Seasonality and Stationarity

Before we carried out modelling, we had to check for autocorrelation and seasonality since they would have affected our model. When checking for seasonality, we found that the trend in electricity consumption is almost stationary as it neither increases or decreases. We also looked into the autocorrelation and partial autocorrelation and found that even after 40 lages, the line does not get inside the Confidence Interval meaning the data does not have seasonality.

Univariate models

  1. ARIMA

  2. SARIMA

Multivariate models

  • VARMAX

The VARMAX class in statsmodels allows estimation of VAR, VMA, and VARMA models (through the order argument), optionally with a constant term (via the trend argument).

  • Vector Autoregression(VAR)

The Vector Autoregression (VAR) method models the next step in each time series using an AR model. It is the generalization of AR to multiple parallel time series, e.g. multivariate time series.

  • Vector Moving Average(VMA)

We leave out the exogenous regressor but now include the constant term.

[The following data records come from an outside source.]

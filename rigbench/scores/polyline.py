"""How far points stray from a path, regardless of time."""

from __future__ import annotations

import numpy as np

from rigbench.arm.arm import Floats
from rigbench.arm.kernel import kernel

__all__ = ["farthest"]

SAME = 1.0 + 1e-9
"""Two distances whose ratio is below this are not told apart."""

BLOCK = 64
"""Segments that share a box."""

BEYOND = 1.0 + 1e-6
"""A box farther than this times the least distance so far holds nothing nearer, whatever the rounding."""


def farthest(points: Floats, path: Floats) -> float:
    """Return the largest distance of any of ``points`` (N, 3) from the polyline ``path`` (P, 3).

    max over points of min over segments, exact to 1e-9 of its value, in the unit of the arguments. A
    walk along the path, from each point's place on to the next point's, bounds all distances from
    above; points are then measured, the farthest first, until no bound exceeds what was found. For points
    that run along the path that is a few of them. Where the path comes by again, nearer to a point than at
    the point's own place, it is many: so segments are looked at box by box, and no longer than until one is
    near enough for the point not to be the farthest.
    """
    moves = np.any(path[1:] != path[:-1], axis=1)
    path = np.ascontiguousarray(path[np.concatenate(([True], moves))])
    points = np.ascontiguousarray(points)
    bounds, boxes = walk(points, path), boxed(path)
    found = 0.0
    for index in np.argsort(bounds)[::-1]:
        if bounds[index] <= found * SAME:
            break
        found = max(found, float(nearest(points[index], path, boxes, bounds[index], found)))
    return found


@kernel
def to_segment(point: Floats, path: Floats, k: int) -> float:
    """Return the squared distance of ``point`` (3,) from the segment before vertex k (or from vertex 0)."""
    e0, e1, e2 = point[0] - path[k, 0], point[1] - path[k, 1], point[2] - path[k, 2]
    if k > 0:
        s0, s1, s2 = path[k - 1, 0] - path[k, 0], path[k - 1, 1] - path[k, 1], path[k - 1, 2] - path[k, 2]
        along = e0 * s0 + e1 * s1 + e2 * s2
        length = s0 * s0 + s1 * s1 + s2 * s2
        if (
            along > 0.0 and length > 0.0
        ):  # the square of a tiny span may underflow; its end then stands for it
            along = min(1.0, along / length)
            e0, e1, e2 = e0 - along * s0, e1 - along * s1, e2 - along * s2
    return float(e0 * e0 + e1 * e1 + e2 * e2)


@kernel
def boxed(path: Floats) -> Floats:
    """Return the box around each BLOCK segments of a polyline (P, 3), its two corners, (B, 6)."""
    count = path.shape[0]
    boxes = np.empty(((count + BLOCK - 1) // BLOCK, 6))
    for block in range(boxes.shape[0]):
        for axis in range(3):
            own = path[max(block * BLOCK - 1, 0) : min((block + 1) * BLOCK, count), axis]
            boxes[block, axis], boxes[block, 3 + axis] = own.min(), own.max()
    return boxes


@kernel
def to_box(point: Floats, boxes: Floats, block: int) -> float:
    """Return the squared distance of ``point`` (3,) from a box, 0 within it."""
    total = 0.0
    for axis in range(3):
        low, high = boxes[block, axis] - point[axis], point[axis] - boxes[block, 3 + axis]
        beside = max(low, high)
        if beside > 0.0:
            total += beside * beside
    return total


@kernel
def nearest(point: Floats, path: Floats, boxes: Floats, bound: float, enough: float) -> float:
    """Return the distance of ``point`` (3,) from the polyline ``path`` (P, 3), or one that is ``enough``.

    That is the first that is met which is at most ``enough``; it is at least as large as the distance.
    ``bound`` is the point's distance from one of the segments.
    """
    least = np.inf
    for block in range(boxes.shape[0]):
        if to_box(point, boxes, block) > BEYOND * min(least, bound * bound):
            continue
        for k in range(block * BLOCK, min((block + 1) * BLOCK, path.shape[0])):
            least = min(least, to_segment(point, path, k))
        if np.sqrt(least) <= enough:
            break
    return float(min(np.sqrt(least), bound))  # rounding may have put that segment's box beyond the bound


@kernel
def walk(points: Floats, path: Floats) -> Floats:
    """Return a bound from above of each point's distance from ``path``, (N,).

    The distance from the two segments at a vertex that is nearer than both its neighbours, to which
    one comes downhill from the vertex of the point before.
    """
    bounds = np.empty(points.shape[0])
    last, k = path.shape[0] - 1, 0
    for i in range(points.shape[0]):
        here = to_vertex(points[i], path, k)
        step = 1
        for _ in range(2):
            while 0 <= k + step <= last:
                there = to_vertex(points[i], path, k + step)
                if there >= here:
                    break
                k, here = k + step, there
            step = -step
        here = min(here, to_segment(points[i], path, k))
        bounds[i] = np.sqrt(min(here, to_segment(points[i], path, min(k + 1, last))))
    return bounds


@kernel
def to_vertex(point: Floats, path: Floats, k: int) -> float:
    """Return the squared distance of ``point`` (3,) from vertex k."""
    return float((point[0] - path[k, 0]) ** 2 + (point[1] - path[k, 1]) ** 2 + (point[2] - path[k, 2]) ** 2)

  • Vector Autoregression Moving Average(VARMA)

This method models the next step in each time series using an ARMA model. It is the generalization of ARMA to multiple parallel time series, e.g. multivariate time series. However, for the above models, they work best when dealing with fewer feature variables, therefore, it also takes a long time for the model and the more the number of features, the longer it takes to train the model.

  • XG BOOST

XGBoost is an optimized distributed gradient boosting library designed to be highly efficient, flexible and portable. It implements machine learning algorithms under the Gradient Boosting framework.

  • LSTM

Sequential class model is a linear stack of Layers. You can create a Sequential model and define all of the layers in the constructor. We have used;

LSTM Layer

Dense Layer

Why are we using LSTM Layer? Typical RNN uses information from the previous step to predict the output. But if only the previous step is not enough, that is long term dependency. If we use RNN using all previous steps ,the explosion/vanishing gradient problem is encountered.

The above work can be found through the following link: Electricity consumption predictor model

Conclusion

XGB model performed quite well with an

  1. RMSE score of 82.44%

  2. MAPE of 19.4%

LSTM Performance:

  1. RMSE score of 126.69

  2. MAPE of 25.39%

From the above summary of the models used, we came to a conclusion that XG Boost would be a better model since XGB had a lower MAPE compared to LSTM.

That said, we trust the XGBoost model performance more than the LSTM model.

However, more Hyperparameter tuning and also cross validation can be done in a bid to reduce the Mean Percentage error of the model.